▶ [About this exercise]: All lines in the records below that hold "linverify" are to be shown.

# # # # # # #

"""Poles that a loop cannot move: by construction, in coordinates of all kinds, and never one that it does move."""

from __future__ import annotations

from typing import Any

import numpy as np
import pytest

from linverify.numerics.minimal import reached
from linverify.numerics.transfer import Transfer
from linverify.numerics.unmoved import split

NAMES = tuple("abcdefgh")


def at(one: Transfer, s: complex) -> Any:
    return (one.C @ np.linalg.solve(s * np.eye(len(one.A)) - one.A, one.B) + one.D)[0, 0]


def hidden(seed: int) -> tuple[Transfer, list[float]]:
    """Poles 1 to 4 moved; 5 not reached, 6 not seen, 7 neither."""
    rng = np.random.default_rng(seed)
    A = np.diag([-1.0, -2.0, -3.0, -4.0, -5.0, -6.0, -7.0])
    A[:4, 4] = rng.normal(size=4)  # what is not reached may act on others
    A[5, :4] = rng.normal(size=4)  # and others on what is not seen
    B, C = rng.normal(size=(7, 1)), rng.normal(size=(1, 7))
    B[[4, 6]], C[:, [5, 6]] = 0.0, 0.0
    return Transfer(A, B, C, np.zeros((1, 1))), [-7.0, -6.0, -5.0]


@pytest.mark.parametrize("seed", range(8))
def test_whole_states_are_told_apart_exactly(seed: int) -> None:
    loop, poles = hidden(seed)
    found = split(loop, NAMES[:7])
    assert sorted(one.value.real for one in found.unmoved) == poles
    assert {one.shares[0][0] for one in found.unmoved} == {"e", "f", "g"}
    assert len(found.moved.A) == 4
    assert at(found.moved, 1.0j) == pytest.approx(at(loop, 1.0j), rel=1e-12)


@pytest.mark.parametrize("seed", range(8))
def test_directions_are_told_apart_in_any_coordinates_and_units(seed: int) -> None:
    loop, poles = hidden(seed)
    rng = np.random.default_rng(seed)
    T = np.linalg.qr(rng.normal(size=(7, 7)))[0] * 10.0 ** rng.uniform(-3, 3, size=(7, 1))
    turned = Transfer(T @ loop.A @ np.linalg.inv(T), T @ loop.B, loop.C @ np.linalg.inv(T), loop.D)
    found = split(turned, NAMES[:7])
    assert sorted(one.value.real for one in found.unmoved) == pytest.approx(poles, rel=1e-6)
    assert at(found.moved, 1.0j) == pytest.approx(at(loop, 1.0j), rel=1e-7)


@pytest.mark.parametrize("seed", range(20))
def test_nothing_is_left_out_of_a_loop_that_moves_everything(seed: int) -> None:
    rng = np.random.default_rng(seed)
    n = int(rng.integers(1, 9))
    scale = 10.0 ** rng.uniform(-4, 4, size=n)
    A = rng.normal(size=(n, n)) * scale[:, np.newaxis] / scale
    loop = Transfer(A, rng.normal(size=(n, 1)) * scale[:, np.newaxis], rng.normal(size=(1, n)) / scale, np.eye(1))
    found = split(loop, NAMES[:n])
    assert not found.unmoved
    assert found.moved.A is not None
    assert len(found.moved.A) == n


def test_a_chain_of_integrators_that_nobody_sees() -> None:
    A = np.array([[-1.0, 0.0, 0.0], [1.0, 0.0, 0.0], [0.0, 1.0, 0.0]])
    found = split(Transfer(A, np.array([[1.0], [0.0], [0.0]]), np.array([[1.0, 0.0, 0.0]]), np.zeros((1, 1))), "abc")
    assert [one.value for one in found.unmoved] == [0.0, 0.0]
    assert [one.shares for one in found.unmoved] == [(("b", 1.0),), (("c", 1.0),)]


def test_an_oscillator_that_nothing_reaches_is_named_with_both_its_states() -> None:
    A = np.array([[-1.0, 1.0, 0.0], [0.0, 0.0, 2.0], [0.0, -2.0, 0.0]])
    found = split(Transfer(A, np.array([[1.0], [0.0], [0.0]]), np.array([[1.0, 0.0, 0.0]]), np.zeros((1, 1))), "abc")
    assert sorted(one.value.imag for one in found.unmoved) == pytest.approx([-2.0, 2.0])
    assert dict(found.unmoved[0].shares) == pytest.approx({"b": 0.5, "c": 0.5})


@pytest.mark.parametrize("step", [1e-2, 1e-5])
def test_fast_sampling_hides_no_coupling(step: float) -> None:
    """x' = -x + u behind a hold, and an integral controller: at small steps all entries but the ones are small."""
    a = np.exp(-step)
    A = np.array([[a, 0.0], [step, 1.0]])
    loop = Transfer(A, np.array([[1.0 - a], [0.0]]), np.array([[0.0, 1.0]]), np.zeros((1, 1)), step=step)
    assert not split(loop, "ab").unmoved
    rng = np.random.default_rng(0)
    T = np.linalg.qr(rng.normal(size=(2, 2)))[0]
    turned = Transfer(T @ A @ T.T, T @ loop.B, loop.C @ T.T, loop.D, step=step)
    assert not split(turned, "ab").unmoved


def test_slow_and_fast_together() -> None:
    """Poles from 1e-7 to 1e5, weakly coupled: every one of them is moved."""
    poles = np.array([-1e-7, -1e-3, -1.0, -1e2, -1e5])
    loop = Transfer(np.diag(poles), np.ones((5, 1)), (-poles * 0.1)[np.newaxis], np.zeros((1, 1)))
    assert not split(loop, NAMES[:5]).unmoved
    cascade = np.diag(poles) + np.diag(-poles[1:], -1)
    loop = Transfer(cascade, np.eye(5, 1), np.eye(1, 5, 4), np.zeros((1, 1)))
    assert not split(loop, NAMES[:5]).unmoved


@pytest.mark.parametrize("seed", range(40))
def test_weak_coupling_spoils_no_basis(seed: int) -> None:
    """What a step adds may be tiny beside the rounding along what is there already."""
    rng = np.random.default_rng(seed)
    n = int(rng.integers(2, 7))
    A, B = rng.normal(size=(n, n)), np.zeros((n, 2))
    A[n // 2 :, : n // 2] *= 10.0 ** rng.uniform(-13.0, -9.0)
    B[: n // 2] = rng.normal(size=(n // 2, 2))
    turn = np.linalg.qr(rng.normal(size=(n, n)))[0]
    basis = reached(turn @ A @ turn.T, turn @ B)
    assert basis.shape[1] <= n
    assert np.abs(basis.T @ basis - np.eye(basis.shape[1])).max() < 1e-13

# # # # # # #

▶ [Solution to this problem]:
from linverify.numerics.minimal import reached
from linverify.numerics.transfer import Transfer
from linverify.numerics.unmoved import split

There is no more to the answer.